Гейб перевел взгляд на Вирджинию и увидел, что она с изумлением смотрит на дедушку.

— Похоже, — наклонившись к ней, прошептал Гейбриел, — не один я влюбился в семейство Уэверли.

Гейб взял ее за руку и подошел к генералу.

— Спасибо, что вмешались, генерал. Меня мало волнует, как Четуин меня назовет, но я очень вам благодарен, что вы задавили это в зародыше.

— Только не заставь меня пожалеть об этом, — с суровым видом ответил генерал и перевел взгляд на Вирджинию. — Сделай ее счастливой. Или я исполню свое обещание и застрелю тебя. — Он предложил свою руку миссис Пламтри. — Давайте переместимся куда-нибудь в более уютное место.

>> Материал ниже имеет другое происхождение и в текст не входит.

#include "daemon/alerts/alert_engine.hpp"

#include <algorithm>
#include <chrono>
#include <cmath>
#include <condition_variable>
#include <deque>
#include <future>
#include <map>
#include <mutex>
#include <utility>

#include <spdlog/fmt/fmt.h>
#include <spdlog/spdlog.h>

#include "daemon/alerts/alert_store.hpp"
#include "daemon/alerts/event_publisher.hpp"
#include "daemon/alerts/hook_runner.hpp"
#include "daemon/store/writer.hpp"
#include "schema/protocol/codec.hpp"

namespace lphi::alerts {

using nlohmann::json;

namespace {

double wall_now() {
  return std::chrono::duration<double>(std::chrono::system_clock::now().time_since_epoch()).count();
}

json optional_json(const std::optional<double>& v) {
  return v && std::isfinite(*v) ? json(*v) : json(nullptr);
}

// A finite value or none (JSON and the value column hold no infinity).
std::optional<double> finite(double v) {
  if (std::isfinite(v)) return v;
  return std::nullopt;
}

// How long a re-triggered health alert (judged once a second) waits before
// its updated value is stored and published again.
constexpr double health_update_interval_s = 60.0;

// The list of "all" alerts is bounded.
constexpr std::size_t list_limit = 10000;

enum class Judgement {
  bad,   // the condition holds: raise, or update the live alert
  good,  // clearly fine: counts toward clear_after
  band,  // inside the limit but not by the hysteresis margin: the good run restarts
  none,  // nothing to judge (e.g. no L_phi from a failed fit)
};

struct Observation {
  Judgement judgement = Judgement::none;
  std::optional<double> value;
  std::string message;  // for bad
  json context = json::object();
};

// The common judgement of a value against an upper limit with hysteresis.
Judgement above_limit(double value, double limit, double hysteresis) {
  if (!(value <= limit)) return Judgement::bad;  // NaN and +inf are bad too
  if (value < limit * (1.0 - hysteresis)) return Judgement::good;
  return Judgement::band;
}

// ... and against a lower limit.
Judgement below_limit(double value, double limit, double hysteresis) {
  if (!(value >= limit)) return Judgement::bad;
  if (value > limit * (1.0 + hysteresis)) return Judgement::good;
  return Judgement::band;
}

struct RuleSettings {
  bool enabled;
  Severity severity;
  std::int64_t clear_after;
};

template <class Rule>
RuleSettings settings(const Rule& r) {
  return {r.enabled, r.severity, r.clear_after};
}

std::string format_bytes(double bytes) {
  if (bytes >= 1e9) return fmt::format("{:.2f} GB", bytes / 1e9);
  if (bytes >= 1e6) return fmt::format("{:.1f} MB", bytes / 1e6);
  return fmt::format("{:.0f} bytes", bytes);
}

}  // namespace

json alert_json(const Alert& a) {
  return {{"id", a.id},
          {"rule", a.rule},
          {"subject", a.subject},
          {"severity", severity_name(a.severity)},
          {"state", state_name(a.state)},
          {"raised_at", a.raised_at},
          {"acked_at", optional_json(a.acked_at)},
          {"cleared_at", optional_json(a.cleared_at)},
          {"value", optional_json(a.value)},
          {"count", a.count},
          {"message", a.message},
          {"context", a.context.is_null() ? json::object() : a.context}};
}

// What the store writer's completions share with the engine. Held by
// shared_ptr so that a completion arriving after the engine is gone is safe.
struct WriteTracker {
  std::mutex mutex;
  std::condition_variable settled;
  std::size_t in_flight = 0;        // submitted, completion not yet run
  std::uint64_t store_errors = 0;
  // Cleared alerts whose clear is not durable yet: `alerts --all` shows them
  // as they are, not as the database still has them.
  std::map<std::int64_t, Alert> clearing;
};

// One store write: a task for the writer thread, and what to do when it is
// durable (or refused).
struct PendingWrite {
  std::int64_t alert_id = 0;
  std::string what;  // for the log: "raised", "good_count", ...
  std::function<Status(store::Database&)> task;
  std::function<void(const Status&)> done;  // optional; runs on the writer thread
  bool clears = false;
};
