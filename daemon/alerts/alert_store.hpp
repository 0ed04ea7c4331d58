// AlertStore: the alerts and alert_events tables (schema/0004_alerts.sql)
// through the alert engine's own connection. Used by one thread at a time
// (the engine serialises its calls).
#pragma once

#include <cstdint>
#include <optional>
#include <string>
#include <string_view>
#include <vector>

#include "daemon/alerts/alert_engine.hpp"
#include "daemon/store/database.hpp"

namespace lphi::alerts {

// A live alert as stored, with the progress toward its clear.
struct StoredAlert {
  Alert alert;
  std::int64_t good_count = 0;
};

class AlertStore {
 public:
  // Opens (creating if needed) the database and applies pending migrations.
  static Status open(const std::string& database_path, AlertStore& out);

  // The alerts not cleared, and the highest id ever given (0 for none).
  Status load_live(std::vector<StoredAlert>& out, std::int64_t& max_id);

  // Writes the alert row (inserted when `is_new`) and one alert_events row
  // for `change` with the observation behind it, in one transaction.
  Status record(const StoredAlert& alert, bool is_new, std::string_view change, double t,
                       double wall_time, std::optional<double> event_value,
                       const nlohmann::json& event_context);
  // Writes only the progress toward the clear (no event).
  Status record_good_count(std::int64_t id, std::int64_t good_count);

  // Newest first, at most `limit`.
  Status list(bool all, const std::optional<std::string>& subject, std::size_t limit,
                     std::vector<Alert>& out);
  // One alert by id (found = false when there is none).
  Status find(std::int64_t id, bool& found, StoredAlert& out);

 private:
  store::Database db_;
};

}  // namespace lphi::alerts
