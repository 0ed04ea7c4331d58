// AlertEngine: lphid's alert rules, their lifecycle and their sinks.
//
// The live analysis and lphid's health timer hand the engine facts (below);
// the engine evaluates every configured rule on them, keeps one alert per
// (rule, subject) through its lifecycle
//     raised -> (acknowledged) -> cleared
// with hysteresis so that a flapping value does not raise it again and
// again, stores every change (time, value, context), and sends each change
// to the sinks: the log, the event socket (ZeroMQ PUB, topic "alert") and
// an optional command hook.
//
// Times. Facts from the analysis carry event time (the readings' own t), so
// that replaying the same readings gives the same alerts; facts from the
// health timer carry wall time. Both are seconds since the Unix epoch.
//
// Thread safety: every public member may be called from any thread.
#pragma once

#include <cstdint>
#include <memory>
#include <optional>
#include <string>
#include <vector>

#include <nlohmann/json.hpp>

#include "daemon/alerts/alert_config.hpp"
#include "daemon/alerts/severity.hpp"
#include "daemon/store/database.hpp"

namespace lphi::alerts {

// --- facts -----------------------------------------------------------------

// One sweep fit, after it is stored.
// sweep_id is the sweeps row's id (stored in the context); sweep_index is
// the sweep's index as `lphi sweeps` lists it (from 0), which the messages name.
struct FitFact {
  std::string sample;
  std::int64_t sweep_id = 0;
  std::int64_t sweep_index = 0;
  double t = 0.0;               // event time: end of the sweep
  bool ok = false;              // false: the fit failed (error below)
  std::string error;
  bool converged = false;
  double chi2_red = 0.0;
  double lphi_m = 0.0, lphi_err_m = 0.0;
  double temperature_k = 0.0;
  std::vector<std::string> flags;
};

// One completed sweep (before or without a fit).
struct SweepFact {
  std::string sample;
  std::int64_t sweep_id = 0;
  std::int64_t sweep_index = 0;
  double t = 0.0;                      // event time: end of the sweep
  bool temperature_unstable = false;
  double temperature_k = 0.0, temperature_spread_k = 0.0;
  std::size_t n_points = 0;
  std::size_t n_overload = 0;          // points the lock-in flagged
  double max_quadrature_ratio = 0.0;   // max |Y/X| over the sweep
  double excitation_ratio = 0.0;       // e V / k_B T at the sweep's temperature
};

// The sample's verdict after an update.
struct VerdictFact {
  std::string sample;
  double t = 0.0;                       // event time of the update
  std::string state;                    // dephasing::state_name
  std::optional<bool> electrons_cooling;
  std::optional<std::string> likely_cause;
  std::optional<double> t_sat_k, lphi_sat_m;
  std::int64_t cooldown = 1;            // whose sweeps it judged (sample_pipeline.hpp)
  std::int64_t sweep_index = 0;         // the sweep whose fit triggered it
};

// lphid's health, once per tick of its timer (wall time).
struct SourceHealth {
  std::string name;
  std::optional<double> last_arrival_unix;  // wall time a reading last arrived
  std::uint64_t gaps = 0;                   // gaps recorded so far
};
struct HealthFact {
  double now_unix = 0.0;
  std::vector<SourceHealth> sources;
  std::optional<double> disk_free_bytes;    // on the data directory's file system
  double writer_lag_s = 0.0;
};

// --- alerts ----------------------------------------------------------------

// Severity and State: daemon/alerts/severity.hpp.

struct Alert {
  std::int64_t id = 0;
  std::string rule;      // e.g. "lphi-range", "fit-failed", "source-silent"
  std::string subject;   // sample or source name ("" for the daemon itself)
  Severity severity = Severity::warning;
  State state = State::raised;
  double raised_at = 0.0;
  std::optional<double> acked_at, cleared_at;
  std::optional<double> value;   // the value that raised it (or the last one)
  std::string message;           // one line for people
  nlohmann::json context;        // the facts behind it
  std::int64_t count = 1;        // observations that triggered it while live
};

// The alert as the control replies and the event socket show it:
// {"id","rule","severity","state","raised_at","acked_at","cleared_at",
//  "message","subject","value","context","count"} (absent times are null).
nlohmann::json alert_json(const Alert& alert);

class EventPublisher;
class HookRunner;

// The engine. create() opens its own connection to the database (applying
// the schema migrations if the file is new) and loads the alerts not yet
// cleared, so a restart keeps their state and continues their ids.
//
// Every rule keeps, per subject, a count of consecutive good observations;
// a live alert is cleared when that count reaches the rule's clear_after.
// A live alert that is triggered again stays the same alert: its value,
// context and count are updated and the change is stored as "updated".
//
// A change reaches the log (info, warn or error by severity), the event
// socket (topic "alert") and the hook. The hook runs on its own thread
// behind a bounded queue: the engine never waits for it.
//
// A database error is logged and counted; the engine keeps its state in
// memory and goes on.
class AlertEngine {
 public:
  struct Counters {
    std::uint64_t changes = 0;         // raised + updated + acknowledged + cleared
    std::uint64_t store_errors = 0;
    std::uint64_t hook_runs = 0;       // the hook was started
    std::uint64_t hook_failures = 0;   // could not start, or exited non-zero / by a signal
    std::uint64_t hook_timeouts = 0;   // killed after hook_timeout_s
    std::uint64_t hook_rate_limited = 0;  // dropped: more than hook_max_per_minute
    std::uint64_t hook_queue_full = 0;    // dropped: hook_queue changes already waiting
    std::string hook_failed;              // non-empty: the hook's thread failed (hook_runner.hpp)
  };

  static Status create(const AlertConfig& config, const std::string& database_path,
                              EventPublisher* events, std::unique_ptr<AlertEngine>& out);

  AlertEngine(const AlertEngine&) = delete;
  AlertEngine& operator=(const AlertEngine&) = delete;
  ~AlertEngine();  // stops the hook thread (a running hook is killed)

  // From the analysis (event time).
  void on_sweep(const SweepFact& fact);
  void on_fit(const FitFact& fact);
  void on_verdict(const VerdictFact& fact);
  // From lphid's health timer (wall time).
  void on_health(const HealthFact& fact);

  // {"type":"alerts","all":bool?,"sample":NAME?} and {"type":"ack","id":N};
  // anything else, or a bad key, gets protocol::error_message.
  nlohmann::json handle_request(const nlohmann::json& request);

  // Newest first. Without `all`, only alerts not cleared; `subject` filters.
  std::vector<Alert> list(bool all, std::optional<std::string> subject = std::nullopt);

  // Acknowledges a live alert at wall time now_unix. Fails naming why: no
  // alert with that id, or it is already cleared.
  Status acknowledge(std::int64_t id, double now_unix);

  Counters counters() const;

  // Waits until the hook queue is empty and no hook runs, or timeout_s
  // passed; true when idle. For an orderly stop and for tests.
  bool wait_hook_idle(double timeout_s);

 private:
  struct Impl;
  explicit AlertEngine(std::unique_ptr<Impl> impl);
  std::unique_ptr<Impl> impl_;
};

}  // namespace lphi::alerts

— Отличная мысль! — воскликнул Девонмонт, помогая Селии сесть в свой двухколесный экипаж.

— Мы присоединимся через минуту. — Гейб отвел Вирджинию в сторонку. — Мне надо прояснить кое-что, любовь моя.

Вирджиния подняла на него глаза, и от ее теплого взгляда у Гейба забурлила кровь.

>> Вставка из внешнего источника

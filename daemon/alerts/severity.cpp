#include "daemon/alerts/severity.hpp"

namespace lphi::alerts {

std::string_view severity_name(Severity severity) {
  switch (severity) {
    case Severity::info: return "info";
    case Severity::warning: return "warning";
    case Severity::critical: return "critical";
  }
  return "warning";
}

std::optional<Severity> parse_severity(std::string_view name) {
  if (name == "info") return Severity::info;
  if (name == "warning") return Severity::warning;
  if (name == "critical") return Severity::critical;
  return std::nullopt;
}

std::string_view state_name(State state) {
  switch (state) {
    case State::raised: return "raised";
    case State::acknowledged: return "acknowledged";
    case State::cleared: return "cleared";
  }
  return "raised";
}

std::optional<State> parse_state(std::string_view name) {
  if (name == "raised") return State::raised;
  if (name == "acknowledged") return State::acknowledged;
  if (name == "cleared") return State::cleared;
  return std::nullopt;
}

}  // namespace lphi::alerts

— Ты сказала, что я женюсь на тебе, и это — своего рода раскаяние для меня. Это не так. Никогда не думай так, даже на секунду.

Внезапная уязвимость, обозначившаяся на ее лице, сжала сердце Гейбриела.

— Но ты действительно сказал, что хочешь жениться на мне, чтобы загладить вину, спасти меня от безрадостного будущего.

— Я наговорил много глупостей, — признался Гейбриел, — и, возможно, все именно так и начиналось. — Он взял Вирджинию за руку. — Но эта причина для ухаживания за тобой исчезла, как только я впервые поцеловал тебя. Тогда я в первый раз понял, что ты — свет в моей мрачной жизни и единственная женщина, на которой я мог бы жениться. Ты — моя награда, — добавил Гейб, видя, как заблестели ее глаза. — Одному только Богу известно, за что, но я не собираюсь его спрашивать об этом. Я просто возьму приз и поблагодарю Бога за то, что он позволил мне его выиграть.